━━━ The input
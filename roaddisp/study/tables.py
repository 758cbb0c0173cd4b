"""What each table of a study may hold: columns, meaning, units, ranges.

Readers check by these lists and ``roaddisp inputs`` prints them, so that the
one cannot say what the other does not do.
"""

from __future__ import annotations

from dataclasses import dataclass
from typing import Final

DAY_TYPES: Final = ("weekday", "saturday", "sunday")
KINDS: Final = (
    "classroom", "playground", "home", "facade", "intake", "roadside", "vegetation", "grid",
)  # fmt: skip
LIGHT_CLASSES: Final = ("car", "van", "motorcycle")
HEAVY_CLASSES: Final = ("bus", "rigid_truck", "articulated_truck")
CLASSES: Final = (*LIGHT_CLASSES, *HEAVY_CLASSES)


@dataclass(frozen=True)
class Column:
    """One column of a table.

    Attributes
    ----------
    quantity : str
        A quantity of `roaddisp.quantities`, or ``id``, ``text``, ``time``,
        ``number``, ``integer``.
    low, high : float, in the unit kept inside
    choices : tuple of str
        The words allowed, for a text; empty for any.
    empty : str
        What an empty cell (or a column left out) means; without it an empty
        cell is an error.
    later : bool
        A column of the contract that this version refuses where it is not zero.
    """

    name: str
    meaning: str
    quantity: str
    required: bool = False
    low: float | None = None
    high: float | None = None
    choices: tuple[str, ...] = ()
    empty: str = ""
    later: bool = False


@dataclass(frozen=True)
class Table:
    """One kind of file: its columns, and whether it is a CSV or a vector layer."""

    name: str
    meaning: str
    forms: str
    columns: tuple[Column, ...]
    geometry: str = ""

    def column(self, name: str) -> Column:
        """Find a column by our name."""
        return next(column for column in self.columns if column.name == name)

    @property
    def names(self) -> tuple[str, ...]:
        """Our names of its columns."""
        return tuple(column.name for column in self.columns)


_LAYER: Final = "GeoPackage, GeoJSON, Shapefile or FlatGeobuf"

ROADS: Final = Table(
    "roads", "road centrelines, one feature a link, in any CRS", _LAYER,
    (
        Column("link", "id of the link, unique", "id", required=True),
        Column("aadt", "vehicles a day, both directions of what the line stands for, seven-day "
               "annual average", "number", low=0, high=1_000_000,
               empty="only with hourly counts, which then stand instead"),
        Column("speed", "mean speed of the traffic", "speed", required=True, low=0.1, high=70.0),
        Column("heavy_share", "share of heavy vehicles (bus, rigid_truck, articulated_truck)",
               "fraction", low=0, high=1, empty="the mix decides"),
        Column("name", "name of the road", "text", empty="the link's id"),
        Column("width", "width of the travelled way", "length", low=0.05, high=200.0,
               empty="3.6 m a lane, or 7.2 m without lanes"),
        Column("lanes", "number of lanes, both directions of what the line stands for", "number",
               low=1, high=40, empty="not given"),
        Column("profile", "name of a profile", "text", empty="the only profile there is"),
        Column("fleet", "name of a fleet of the mix", "text", empty="the only fleet there is"),
        Column("grade", "slope along the link", "fraction", empty="0", later=True),
        Column("height", "of the road surface above its surroundings, negative in a cut", "length",
               empty="0", later=True),
        Column("edge_slope", "slope of the sides of an embankment or a cut", "number", empty="0",
               later=True),
        Column("capacity", "vehicles an hour", "number", empty="none", later=True),
        Column("barrier_height", "height of a barrier beside the road", "length", empty="none",
               later=True),
        Column("barrier_offset", "distance of the barrier from the edge", "length", empty="none",
               later=True),
    ),
    "LineString or MultiLineString",
)  # fmt: skip

PROFILES: Final = Table(
    "profiles", "shares of the day's traffic by hour of the civil clock", "CSV",
    (
        Column("profile", "name of the profile", "id", required=True),
        Column("day_type", "days it stands for; a named type comes before 'all'", "text",
               required=True, choices=("all", *DAY_TYPES)),
        Column("hour", "hour of the civil clock that begins then", "integer", required=True,
               low=0, high=23),
        Column("share", "share of the day's vehicles in the hour; the 24 shares sum to 1 within "
               "0.001 and are taken as they stand", "fraction", required=True, low=0, high=1),
        Column("month", "month it stands for; a named month comes before none", "integer",
               low=1, high=12, empty="every month"),
        Column("day_factor", "the day's total over AADT, the same in all hours of a day; its mean "
               "over the calendar year is 1 within 1 %", "number", low=0, high=20, empty="1"),
    ),
)  # fmt: skip

COUNTS: Final = Table(
    "counts", "hourly counts, one row a link and hour (and class)", "CSV",
    (
        Column("link", "id of a link of the roads", "id", required=True),
        Column("time", "beginning of the hour (end, with hour_ending)", "time", required=True),
        Column("vehicles", "vehicles in the hour", "number", required=True, low=0, high=100_000,
               empty="not counted: a missing hour"),
        Column("vehicle_class", "class of the vehicles, one that the factors have; a class that "
               "has no row on a link does not run there", "text", empty="all vehicles"),
        Column("speed", "mean speed in the hour, of all classes", "speed", low=0.1, high=70.0,
               empty="the link's speed"),
    ),
)  # fmt: skip

MIX: Final = Table(
    "mix", "shares of vehicle classes in each fleet", "CSV",
    (
        Column("fleet", "name of the fleet", "id", required=True),
        Column("vehicle_class", f"{', '.join(CLASSES)}, or one that the factors add", "id",
               required=True),
        Column("share", "share of the vehicles; the shares of a fleet sum to 1 within 0.001 and "
               "are taken as they stand", "fraction", required=True, low=0, high=1),
    ),
)  # fmt: skip

FACTORS: Final = Table(
    "factors", "emission factors by vehicle class and speed", "CSV",
    (
        Column("vehicle_class", f"{', '.join(CLASSES)}, or one of your own", "id", required=True),
        Column("speed", "mean speed the factor stands for", "speed", required=True, low=0,
               high=70.0),
        Column("nox", "NOx as NO2-equivalent mass", "emission factor", required=True, low=0,
               high=200.0),
        Column("no2_fraction", "share of NO2 in the NOx emitted", "fraction", required=True, low=0,
               high=1),
        Column("year", "year of the fleet; the nearest to the study's is taken", "integer",
               low=1950, high=2100, empty="every year"),
        Column("group", "light or heavy, for a class of your own", "text",
               choices=("light", "heavy"), empty="as the class name says"),
        Column("grade", "slope the factor stands for", "fraction", empty="0", later=True),
    ),
)  # fmt: skip

WEATHER: Final = Table(
    "weather", "hours of a station, in the order of time; gaps are missing hours", "CSV",
    (
        Column("time", "beginning of the hour (end, with hour_ending)", "time", required=True),
        Column("wind_from", "direction the wind comes from, clockwise from north", "angle",
               required=True, low=0, high=360,
               empty="missing; calm where the speed is below 1 m/s"),
        Column("wind_speed", "at anemometer_height", "speed", required=True, low=0, high=75,
               empty="a missing hour"),
        Column("temperature", "of the air", "temperature", required=True, low=180, high=340,
               empty="missing"),
        Column("stability", "class by Pasquill; this, or cloud", "text", choices=tuple("ABCDEF"),
               empty="a missing hour"),
        Column("cloud", "amount of cloud, opaque where reported; for Turner's classes", "cloud",
               low=0, high=10, empty="a missing hour"),
        Column("ceiling", "height of the cloud base above ground, beside cloud", "length", low=0,
               high=30_000, empty="no ceiling"),
        Column("mixing_height", "height of the lid above ground", "length", low=1, high=20_000,
               empty="no lid"),
        Column("pressure", "at the station", "pressure", low=50_000, high=110_000,
               empty="missing"),
        Column("solar", "global radiation; for classes by radiation", "radiation", low=0,
               high=1500, empty="missing", later=True),
        Column("temperature_difference", "between two heights", "temperature", empty="missing",
               later=True),
        Column("sigma_theta", "standard deviation of wind direction", "angle", empty="missing",
               later=True),
    ),
)  # fmt: skip

AIR: Final = Table(
    "air", "hours of a monitor away from the roads of the study", "CSV",
    (
        Column("time", "beginning of the hour (end, with hour_ending)", "time", required=True),
        Column("o3", "ozone", "concentration", required=True, low=-5, high=1000,
               empty="a missing hour"),
        Column("no2", "nitrogen dioxide", "concentration", required=True, low=-5, high=2000,
               empty="a missing hour"),
        Column("no", "nitric oxide", "concentration", low=-5, high=5000, empty="missing"),
        Column("nox", "nitrogen oxides (in ug/m3: as NO2); NO is then nox less no2",
               "concentration", low=-5, high=5000, empty="missing"),
    ),
)  # fmt: skip

_RECEPTOR_COLUMNS: Final = (
    Column("receptor", "id of the receptor, unique", "id", required=True),
    Column("site", "site it belongs to", "text", empty="none"),
    Column("kind", "what it stands for; it decides which standards judge it", "text",
           choices=KINDS, empty="none: every health standard judges it"),
    Column("height", "above ground", "length", low=0, high=500, empty="[receptors] height"),
)  # fmt: skip

POINTS: Final = Table(
    "points", "receptors, one a row or feature", f"{_LAYER}, or CSV",
    (
        *_RECEPTOR_COLUMNS,
        Column("x", "easting in the study CRS (in a CSV)", "length", empty="only beside longitude"),
        Column("y", "northing in the study CRS (in a CSV)", "length", empty="only beside latitude"),
        Column("longitude", "WGS 84, decimal degrees (in a CSV)", "number", low=-180, high=180,
               empty="only beside x"),
        Column("latitude", "WGS 84, decimal degrees (in a CSV)", "number", low=-90, high=90,
               empty="only beside y"),
    ),
    "Point",
)  # fmt: skip

SITES: Final = Table(
    "sites", "polygons that receive receptors on their outline and inside", _LAYER,
    (
        Column("site", "name of the site, unique; receptors are named <site>-<n>", "id",
               required=True),
        Column("kind", "kind of its receptors", "text", choices=KINDS,
               empty="none: every health standard judges them"),
    ),
    "Polygon or MultiPolygon",
)  # fmt: skip

TABLES: Final = {
    "roads": {"file": ROADS},
    "traffic": {"profiles": PROFILES, "counts": COUNTS},
    "fleet": {"mix": MIX, "factors": FACTORS},
    "weather": {"file": WEATHER},
    "air": {"file": AIR},
    "receptors": {"points": POINTS, "sites": SITES},
}
"""By section of study.toml and the key that names the file."""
━━━━━━
§ **Prompt**: Where in the entries does the word "decimal" occur? Copy out each line that has it.

§ **Result of the exercise**:
        Column("longitude", "WGS 84, decimal degrees (in a CSV)", "number", low=-180, high=180,
        Column("latitude", "WGS 84, decimal degrees (in a CSV)", "number", low=-90, high=90,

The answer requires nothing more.